In a field in the townland of Oldtown, in the Bennett area of County Limerick, a circular feature roughly eight metres in diameter betrays itself only from above, showing up as a cropmark in satellite imagery. What lies beneath is interpreted as a possible ditch-barrow, a type of burial monument in which a central mound or grave is enclosed by a surrounding ditch, the whole forming a roughly circular plan. The ditch itself is long since silted and levelled, but the variation in soil moisture and crop growth it creates means that, under the right conditions, it briefly reappears as a ghostly outline in a green or golden field.
Cropmarks of this kind appear when buried features, such as ditches or pits, retain more moisture than the surrounding subsoil, causing the vegetation above them to grow taller or stay greener for longer during dry spells. Conversely, buried walls or compacted surfaces can create parch marks where crops fail or dry out early. The feature at Oldtown was identified in a Google Earth photograph taken on 25 March 2017, and the record was compiled by Caimin O'Brien, drawing on details provided by Jean-Charles Caillère, with the entry uploaded in January 2022. Ditch-barrows are a recognised class of funerary monument associated broadly with prehistoric burial practice in Ireland, though without ground survey or excavation it is not possible to say more about the date or character of this particular example. The cautious designation of "possible" in the record reflects how much remains uncertain when the only evidence is a faint ring seen from space.

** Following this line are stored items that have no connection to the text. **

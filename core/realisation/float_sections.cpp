#include "core/realisation/float_sections.h"

#include "core/numerics/error.h"
#include "core/numerics/number_text.h"

#include <algorithm>
#include <cmath>
#include <limits>
#include <string>

namespace cornerwright {
namespace {

using Three = SectionCoefficients::Three;

double rounded_to(long double value, NumberFormat::Type type) {
    if (type == NumberFormat::Type::float32)
        return static_cast<double>(static_cast<float>(value));
    return static_cast<double>(value);
}

int precision_bits(NumberFormat::Type type) {
    return type == NumberFormat::Type::float32 ? std::numeric_limits<float>::digits
                                               : std::numeric_limits<double>::digits;
}

/// Rounds c so that its sum is exactly 0 (it is 0 but for the representation): all entries become
/// multiples of one unit so coarse that every sum of them is exact in the format.
std::array<double, 3> rounded_with_zero_sum(const Three& c, NumberFormat::Type type) {
    const long double largest = std::max({std::abs(c[0]), std::abs(c[1]), std::abs(c[2])});
    int exponent = 0;
    std::frexp(largest, &exponent);
    const long double unit = std::ldexp(1.0L, exponent + 1 - precision_bits(type));
    const long double first = std::round(c[0] / unit) * unit;
    if (c[2] == 0.0L)
        return {rounded_to(c[0], type), -rounded_to(c[0], type), 0.0};
    const long double last = std::round(c[2] / unit) * unit;
    return {static_cast<double>(first), static_cast<double>(-(first + last)),
            static_cast<double>(last)};
}

std::array<double, 3> rounded(const Three& c, NumberFormat::Type type) {
    return {rounded_to(c[0], type), rounded_to(c[1], type), rounded_to(c[2], type)};
}

void check_range(const std::array<double, 3>& values, const Three& wanted,
                 NumberFormat::Type type) {
    const std::string format(name_of(type));
    for (std::size_t i = 0; i < values.size(); ++i)
        if (!std::isfinite(values[i]))
            throw InputError({}, "coefficients that " + format + " can hold",
                             "one of " + number_text(static_cast<double>(wanted[i]), 6));
    if (std::ranges::all_of(values, [](double value) { return value == 0.0; }))
        throw InputError({}, "coefficients that " + format + " can hold",
                         "a section whose gain rounds to 0");
}

DiscreteSection rounded_section(const SectionCoefficients& exact, const Realisation& realisation) {
    const NumberFormat::Type type = realisation.number_format.type;
    DiscreteSection section;
    if (realisation.structure == Structure::delta) {
        section.beta = rounded(exact.beta, type);
        section.alpha = rounded(exact.alpha, type);
        check_range(section.beta, exact.beta, type);
    } else {
        section.b = exact.has_zero_at_rest() ? rounded_with_zero_sum(exact.b(), type)
                                             : rounded(exact.b(), type);
        section.a = exact.has_integrator() ? rounded_with_zero_sum(exact.a(), type)
                                           : rounded(exact.a(), type);
        check_range(section.b, exact.b(), type);
    }
    complete_other_form(section, realisation.structure);
    return section;
}

} // namespace

std::vector<DiscreteSection> float_sections(std::span<const SectionCoefficients> sections,
                                            const Realisation& realisation) {
    std::vector<DiscreteSection> result;
    result.reserve(sections.size());
    for (const SectionCoefficients& section : sections)
        result.push_back(rounded_section(section, realisation));
    return result;
}

} // namespace cornerwright
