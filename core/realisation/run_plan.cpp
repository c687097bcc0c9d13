#include "core/realisation/run_plan.h"

#include "core/realisation/fixed_sections.h"
#include "core/realisation/section_coefficients.h"

#include <algorithm>
#include <cmath>

namespace cornerwright {
namespace {

/// Sections with order 0 behind the first one hold the power of two that the gain left over.
int exponent_behind(const DifferenceEquation& equation, std::size_t section) {
    int exponent = 0;
    for (std::size_t i = section + 1; i < equation.sections.size(); ++i)
        exponent += std::ilogb(equation.sections[i].b[0]);
    return exponent;
}

bool only_gains_behind(const RunPlan& plan, std::size_t section) {
    return std::all_of(plan.sections.begin() + static_cast<std::ptrdiff_t>(section) + 1,
                       plan.sections.end(),
                       [](const SectionPlan& later) { return later.order == 0; });
}

void plan_restart(RunPlan& plan, const DifferenceEquation& equation) {
    for (std::size_t i = plan.sections.size(); i-- > 0;) {
        if (!plan.sections[i].integrator)
            continue;
        if (plan.sections[i].order == 1 && only_gains_behind(plan, i)) {
            plan.restart_section = i;
            plan.restart_exponent = exponent_behind(equation, i);
        }
        return;
    }
}

void plan_limits(RunPlan& plan, const DifferenceEquation& equation) {
    const NumberFormat& format = equation.realisation.number_format;
    if (equation.realisation.output_limits) {
        const OutputLimits& limits = *equation.realisation.output_limits;
        plan.limits =
            OutputLimits{held_value(limits.at_least, format), held_value(limits.at_most, format)};
    } else if (plan.restart_section && plan.restart_exponent > 0) {
        const double range = range_of(format);
        plan.limits = OutputLimits{held_value(-range, format), held_value(range, format)};
    }
    for (SectionPlan& section : plan.sections)
        section.held_at_limits = section.held_at_limits && plan.limits;
}

} // namespace

RunPlan run_plan(const DifferenceEquation& equation) {
    const Structure structure = equation.realisation.structure;
    RunPlan plan;
    for (const DiscreteSection& section : equation.sections) {
        SectionPlan entry;
        entry.order = order_of(section, structure);
        entry.integrator = has_integrator(section, structure);
        const double growth = section.beta[entry.order];
        entry.held_at_limits = entry.integrator && growth != 0.0;
        entry.grows_with_input = growth > 0.0;
        plan.sections.push_back(entry);
    }
    plan_restart(plan, equation);
    plan_limits(plan, equation);
    return plan;
}

const std::array<double, 3>& running_numerator(const DiscreteSection& section,
                                               Structure structure) {
    return structure == Structure::delta ? section.beta : section.b;
}

const std::array<double, 3>& running_denominator(const DiscreteSection& section,
                                                 Structure structure) {
    return structure == Structure::delta ? section.alpha : section.a;
}

double held_value(double value, const NumberFormat& format) {
    if (format.type == NumberFormat::Type::float64)
        return value;
    if (format.type == NumberFormat::Type::float32)
        return static_cast<double>(static_cast<float>(value));
    const double steps = std::round(std::ldexp(value, format.fraction_bits));
    const double word = std::ldexp(1.0, format.word_bits - 1);
    return std::ldexp(std::clamp(steps, -word, word - 1.0), -format.fraction_bits);
}

} // namespace cornerwright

Because the site exists primarily as a subsurface anomaly, there is nothing to see at ground level in ordinary conditions. The townland of Oldtown lies in rural County Limerick, and the field in question is agricultural land, so access would require the landowner's permission. Those with an interest in landscape archaeology might find it worthwhile to examine the area using Google Earth or the relevant aerial photography archives, where the March 2017 image offers the clearest view of the cropmark. The feature is best appreciated in that context, as a reminder that the Irish landscape holds a great deal of archaeology that has never been formally excavated and may never be, surviving only as a fleeting pattern in the grass.